func (w *welder) cellOf(p mgl64.Vec3) [3]int64 {
	if w.exact {
		// Identical points share their bits; +0 folds -0 into 0.
		return [3]int64{int64(math.Float64bits(p[0] + 0)), int64(math.Float64bits(p[1] + 0)), int64(math.Float64bits(p[2] + 0))}
	}
	return [3]int64{weldCellIndex(p[0] * w.inv), weldCellIndex(p[1] * w.inv), weldCellIndex(p[2] * w.inv)}
}

func weldCellIndex(x float64) int64 {
	f := math.Floor(x)
	if !(f > -weldMaxCell) { // also NaN
		return -weldMaxCell
	}
	if f > weldMaxCell {
		return weldMaxCell
	}
	return int64(f)
}

// findIn returns the first vertex of cell k within tol of p (or -1) and the cell's slot.
func (w *welder) findIn(k [3]int64, p mgl64.Vec3) (int32, uint64) {
	s := w.slot(k)
	for v := w.slots[s].head; v >= 0; v = w.next[v] {
		q := w.verts[v]
		if w.exact {
			if q == p {
				return v, s
			}
			continue
		}
		d := q.Sub(p)
		if d.Dot(d) <= w.tol2 {
			return v, s
		}
	}
	return -1, s
}

// lookup finds or makes the vertex for p through the grid hash.
func (w *welder) lookup(p mgl64.Vec3) int32 {
	if !finiteVec(p) {
		// NaN never equals anything; keeping such points out of the table stops one cell
		// from collecting them all.
		w.verts = append(w.verts, p)
		w.next = append(w.next, -1)
		return int32(len(w.verts) - 1)
	}
	k := w.cellOf(p)
	v, s := w.findIn(k, p)
	if v >= 0 {
		return v
	}
	if !w.exact {
		// Neighbouring cells touched by the tol-box around p (at most two per axis).
		var lo, hi [3]int64
		near := false
		for a := 0; a < 3; a++ {
			lo[a] = weldCellIndex((p[a] - w.tol) * w.inv)
			hi[a] = weldCellIndex((p[a] + w.tol) * w.inv)
			if lo[a] != k[a] || hi[a] != k[a] {
				near = true
			}
		}
		if near {
			for x := lo[0]; x <= hi[0]; x++ {
				for y := lo[1]; y <= hi[1]; y++ {
					for z := lo[2]; z <= hi[2]; z++ {
						c := [3]int64{x, y, z}
						if c == k {
							continue
						}
						if v, _ := w.findIn(c, p); v >= 0 {
							return v
						}
					}
				}
			}
		}
	}
	// The neighbour search did not change the table, so slot s is still k's.
	v = int32(len(w.verts))
	w.verts = append(w.verts, p)
	if w.slots[s].head < 0 {
		w.slots[s] = weldSlot{key: weldHash(k), head: v}
		w.next = append(w.next, -1)
		w.used++
		if 2*w.used > len(w.slots) {
			w.grow()
		}
		return v
	}
	// Prepend keeps the chain walk cheap; order within a cell stays deterministic.
	w.next = append(w.next, w.slots[s].head)
	w.slots[s].head = v
	return v
}

func (w *welder) grow() {
	old := w.slots
	w.alloc(2 * len(old))
	for _, e := range old {
		if e.head >= 0 {
			w.slots[w.slotOf(e.key)] = e
			w.used++
		}
	}
}

// finiteVec: x - x is 0 for finite x and NaN for NaN and infinities.
func finiteVec(p mgl64.Vec3) bool {
	return p[0]-p[0] == 0 && p[1]-p[1] == 0 && p[2]-p[2] == 0
}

----------

For the string "slots", count the matching lines in the listing and give that number by itself.

_Completed exercise_
8